A look inside the employment numbers
An overview of U.S. employment data of the past two months clearly illustrates that one cannot take the “headline” numbers at full value, but must look inside the data.
The American economy added 431,000 net new jobs in May, the largest jump in monthly employment in 10 years – but wait a minute. Forecasters had expected the addition of more than 520,000 net new jobs, with perhaps 200,000 new private-sector jobs.
Instead, more than 95 percent of these net new jobs were temporary Census jobs, which will be eliminated later this summer. Private-sector payrolls rose by a disappointing 41,000 jobs.

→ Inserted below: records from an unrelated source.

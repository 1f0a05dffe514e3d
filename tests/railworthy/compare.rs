//! Boards beside what they were.

use std::fs;
use std::path::Path;
use std::sync::LazyLock;

use proptest::prelude::*;
use railworthy::board::Board;
use railworthy::netlist::{self, Format};
use railworthy::review::compare::{Comparison, Side, State};
use railworthy::review::{Examination, examine};
use serde_json::Value;

use crate::exported::{Dice, Exported};
use crate::judge::{Rules, TODAY};
use crate::made_board::{NEW_REGULATOR, add, board};
use crate::program::{Run, run, run_with};
use crate::shared::shared_folder;

const BOARD_FILE: &str =
    "[[load]]\nnet = \"+5V\"\ncurrent = \"10 .. 200 mA\"\n\n[[load]]\nnet = \"+3V3\"\ncurrent = \"5 .. 120 mA\"\n";

/// Loaded once for all tests.
static RULES: LazyLock<Rules> = LazyLock::new(Rules::built_in);

/// Two boards in folders of their own, with a board file each.
struct Pair(tempfile::TempDir);

impl Pair {
    fn of(old: &str, new: &str) -> Self {
        let folder = tempfile::tempdir().unwrap();
        for (side, text) in [("old", old), ("new", new)] {
            fs::create_dir(folder.path().join(side)).unwrap();
            fs::write(folder.path().join(side).join("buoy.net"), text).unwrap();
            fs::write(folder.path().join(side).join("buoy.railworthy.toml"), BOARD_FILE).unwrap();
        }
        Self(folder)
    }

    fn boards(old: &Exported, new: &Exported) -> Self {
        Self::of(&old.written(Format::E), &new.written(Format::E))
    }

    fn path(&self) -> &Path {
        self.0.path()
    }

    fn compare(&self, more: &[&str]) -> Run {
        run(self.path(), &[&["compare", "old/buoy.net", "new/buoy.net"], more].concat())
    }

    fn json(&self) -> Value {
        let run = self.compare(&["--format", "json", "--fail-on", "never"]);
        assert_eq!((run.status, run.err.as_str()), (Some(0), ""), "{}", run.out);
        let value: Value = serde_json::from_str(&run.out).unwrap();
        assert_eq!(value["schema"], "railworthy-compare/1");
        value["boards"][0].clone()
    }
}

The U.S. unemployment (jobless) rate declined from 9.9 percent in April to 9.7 percent in May – but hang on. The rate declined for the wrong reason. The jobless rate declined because an estimated 322,000 people left the labor force, presumably because they were discouraged about the chances of finding a job.

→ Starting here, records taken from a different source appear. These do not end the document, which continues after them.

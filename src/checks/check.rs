//! A check: what it asks of which subjects, and how it says what it found.

use std::collections::{BTreeMap, BTreeSet};

use super::language::{Condition, Requirement};
use super::template::Template;
use super::verdict::Verdict;
use crate::facts::{SubjectKind, definition};
use crate::quantity::{Dimension, Quantity};

/// A check, loaded and typed.
#[derive(Debug, Clone)]
pub struct Check {
    /// Its name, kebab-case, that of its folder.
    pub name: String,
    /// What it is about.
    pub about: SubjectKind,
    /// The question it asks.
    pub asks: String,
    /// The group under which a catalog lists it.
    pub group: Option<String>,
    /// Which subjects it is asked of; every one where none.
    pub when: Option<Condition>,
    /// That condition as written.
    pub when_text: Option<String>,
    /// What it requires, in the order of the file; at least one.
    pub requires: Vec<Rule>,
    /// The worst verdict that it gives.
    pub at_most: Option<Verdict>,
    /// Checks whose finding about the same subject makes this one superfluous.
    pub suppressed_by: Vec<String>,
    /// Its settings with their values, by name.
    pub settings: BTreeMap<String, Quantity>,
    /// Its settings as written.
    pub settings_text: BTreeMap<String, String>,
    /// How it says what it found.
    pub says: Says,
    /// What to do.
    pub hints: Vec<Template>,
    /// What a diagnostic points at.
    pub points: Points,
    /// What it rests on.
    pub sources: Vec<Citation>,
    /// The file it comes from, as problems name it.
    pub file: String,
}

/// One of the requirements of a check.
#[derive(Debug, Clone, PartialEq)]
pub struct Rule {
    /// When it is asked; always where none.
    pub when: Option<Condition>,
    /// That condition as written.
    pub when_text: Option<String>,
    /// What must hold.
    pub holds: Requirement,
    /// The requirement as written.
    pub text: String,
    /// The worst verdict that it gives.
    pub at_most: Option<Verdict>,
    /// Its own sentences, where it has some.
    pub says: Says,
    /// Its own hints; those of the check where empty.
    pub hints: Vec<Template>,
}

/// The sentences of the verdicts. A verdict without one takes that of the next: `tight` that of `doubtful`, `doubtful`
/// that of `fails`, `fails` that of `doubtful`.
#[derive(Debug, Clone, PartialEq, Default)]
pub struct Says {
    /// For what fails.
    pub fails: Option<Template>,
    /// For what is doubtful.
    pub doubtful: Option<Template>,
    /// For what is tight.
    pub tight: Option<Template>,
    /// For what is unknown.
    pub unknown: Option<Template>,
}

impl Says {
    /// The sentence for a verdict.
    #[must_use]
    pub fn sentence(&self, verdict: Verdict) -> Option<&Template> {
        let (fails, doubtful, tight) = (self.fails.as_ref(), self.doubtful.as_ref(), self.tight.as_ref());
        match verdict {
            Verdict::Fails => fails.or(doubtful).or(tight),
            Verdict::Doubtful => doubtful.or(fails).or(tight),
            Verdict::Tight => tight.or(doubtful).or(fails),
            Verdict::Unknown => self.unknown.as_ref(),
            Verdict::Holds => None,
        }
    }

    /// Whether it has a sentence for what fails, is doubtful or tight.
    #[must_use]
    pub fn speaks(&self) -> bool {
        self.fails.is_some() || self.doubtful.is_some() || self.tight.is_some()
    }
}

/// What a diagnostic points at: names of words or groups of the subject, or `subject`.
#[derive(Debug, Clone, PartialEq, Eq)]
pub struct Points {
    /// What is underlined.
    pub primary: String,
    /// What is marked besides.
    pub also: Vec<String>,
    /// Figures of the subject that are listed before those that decide.
    pub figures: Vec<String>,
}

/// What a check rests on.
#[derive(Debug, Clone, PartialEq, Eq)]
pub enum Citation {
    /// A source with what of it matters.
    Source {
        /// Title with revision and section.
        title: String,
        /// What it says, in own words; empty where the title tells.
        note: String,
    },
    /// Common practice, with a remark.
    CommonPractice(String),
}

impl Check {
    /// The figures that its requirements and conditions name, sorted.
    #[must_use]
    pub fn figures(&self) -> Vec<String> {
        let rules = self.requires.iter().flat_map(|rule| [Some(rule.text.as_str()), rule.when_text.as_deref()]);
        let texts = rules.chain([self.when_text.as_deref()]).flatten();
        let known = |word: &&str| definition(self.about, word).is_some();
        texts.flat_map(names).filter(known).map(str::to_owned).collect::<BTreeSet<_>>().into_iter().collect()
    }

    /// The dimensions of its settings.
    #[must_use]
    pub fn setting_dimensions(&self) -> BTreeMap<String, Dimension> {
        self.settings.iter().map(|(name, value)| (name.clone(), value.dimension())).collect()
    }
}

/// The words of an expression that can be names: not those of a set, nor what a word is compared with.
fn names(text: &str) -> impl Iterator<Item = &str> {
    let outside = text.split('{').map(|part| part.rsplit('}').next().unwrap_or(""));
    outside.flat_map(|part| {
        let compared = part.split("==").flat_map(|side| side.split("!="));
        compared.enumerate().flat_map(|(index, side)| {
            let words = side.split(|sign: char| !(sign.is_ascii_alphanumeric() || sign == '_'));
            words.filter(|word| !word.is_empty()).skip(usize::from(index > 0))
        })
    })
}

#[cfg(test)]
mod tests {
    use super::*;

    #[test]
    fn words_that_are_compared_with_are_no_names() {
        let found = |text: &str| names(text).collect::<Vec<_>>().join(" ");
        assert_eq!(found("kind in {series, reference} and a >= b"), "kind in and a b");
        assert_eq!(found("kind == reference and reference > 1"), "kind and reference 1");
        assert_eq!(found("mode != fixed or abs(x - y) <= 0.5 * z"), "mode or abs x y 0 5 z");
    }
}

Note that the nation’s unemployment rate had risen from 9.7 percent in March to 9.9 percent in April – on the surface a negative development – but sit tight. The jump occurred primarily because an estimated 805,000 people entered the labor force in April, presumably because they felt that employment prospects were improving.
The May employment report on balance was clearly disappointing to financial market players and investors who had expected a clearer sign, a stronger validation of renewed U.S. economic growth. Perhaps it will show up in the June data to be reported on Friday, July 2.
When you pull out the 411,000 temporary Census jobs, there’s not much left in the report to talk – much less cheer – about. The nation’s goods producing sector added a miserly 4,000 jobs in May, versus an average of 60,000 net new jobs monthly in March and April.
The nation’s manufacturing sector did add 29,000 jobs during the month, with hours worked and overtime increasing. However, this positive development was more than offset by the loss of 35,000 construction jobs during the month.
Manufacturing has now added 126,000 jobs during the past five months. (Another) however…the construction sector has lost two million jobs since the Great Recession began in December 2007. Better news “saw” logging and mining add 10,000 jobs in May.
The nation’s much larger non-government service providing sector added 37,000 jobs during May, led by 22,000 net new jobs in professional & business services. Education & health services added 17,000 jobs. Not so attractive was the loss of 12,000 jobs in financial activities, nor the loss of 7,000 jobs in retail trade.
In addition to better news in the manufacturing sector, a few other data points were worth mention:
•The so-called “underemployment” rate, which includes the unemployed, those working part-time who would prefer to work full-time, and those discouraged workers who have left the labor force, dropped from 17.1 percent in April to 16.6 percent in May, a significant decline of 0.5 percent
•An estimated 343,000 workers who had hours involuntarily reduced during the past year or two were returned to full-time status
•The average hourly wage rose seven cents (up 0.3 percent) to $22.57 hourly in May, a rise of 1.9 percent over the past 12 months
•The average workweek for private-sector employees rose from 34.1 hours in April to 34.2 in May. While the rise seems trivial, it is the equivalent of another 383,000 jobs in the economy
The economy has now added just under one million net new jobs this year, with roughly half of these jobs tied to the Census. Just as the 431,000 “headline” number overstated the true May employment picture, so will data in June and July likely be impacted the same way.
The flip side will occur later this year when the “loss” of nearly one million Census jobs will understate what is happening in labor markets at that time. No question that the Administration and the Congressional leadership already fear how the employment data will appear in the months leading up to the November elections.
The gain of nearly one million jobs so far this year also pales versus the loss of more than eight million jobs during 2008 and 2009. It will take years to reach 2007’s year-end employment level.
As noted, the jobless rate did decline from 9.9 percent in April to 9.7 percent in May, matching the rate during January through March of this year. The components are noted below:
•The jobless rate for men ages 20 and over declined from 10.1 percent in April to 9.8 percent in May
•The jobless rate for women ages 20 and over dipped from 8.2 percent in April to 8.1 percent in May
•The jobless rate for teenagers (16 to 19 years) rose sharply to a European-style 26.4 percent in May, a rise of a full 1.0 percent
•The jobless rate for Whites declined from 9.0 percent in April to 8.8 percent in May
•The jobless rate for Blacks or African Americans fell sharply from 16.5 percent in April to 15.5 percent in May
•The jobless rate for those of Hispanic or Latino ethnicity declined slightly from 12.5 percent in April to 12.4 percent in May
The most troubling statistic is the harsh reality that roughly 46 percent of the 15 million people now counted as unemployed-6.8 million people-have been so for six months or longer, a record high. Job prospects for millions of people with prior employment in construction and manufacturing will remain very weak.
A modest U.S. economic recovery has been in place since perhaps the late summer of 2009. To what extent the European upheaval will damage the U.S. rebound is unclear. To what extent the 2011 hike in income, dividend, and capital gains tax rates for “successful” Americans will damage their interest in hiring additional workers also remains unclear.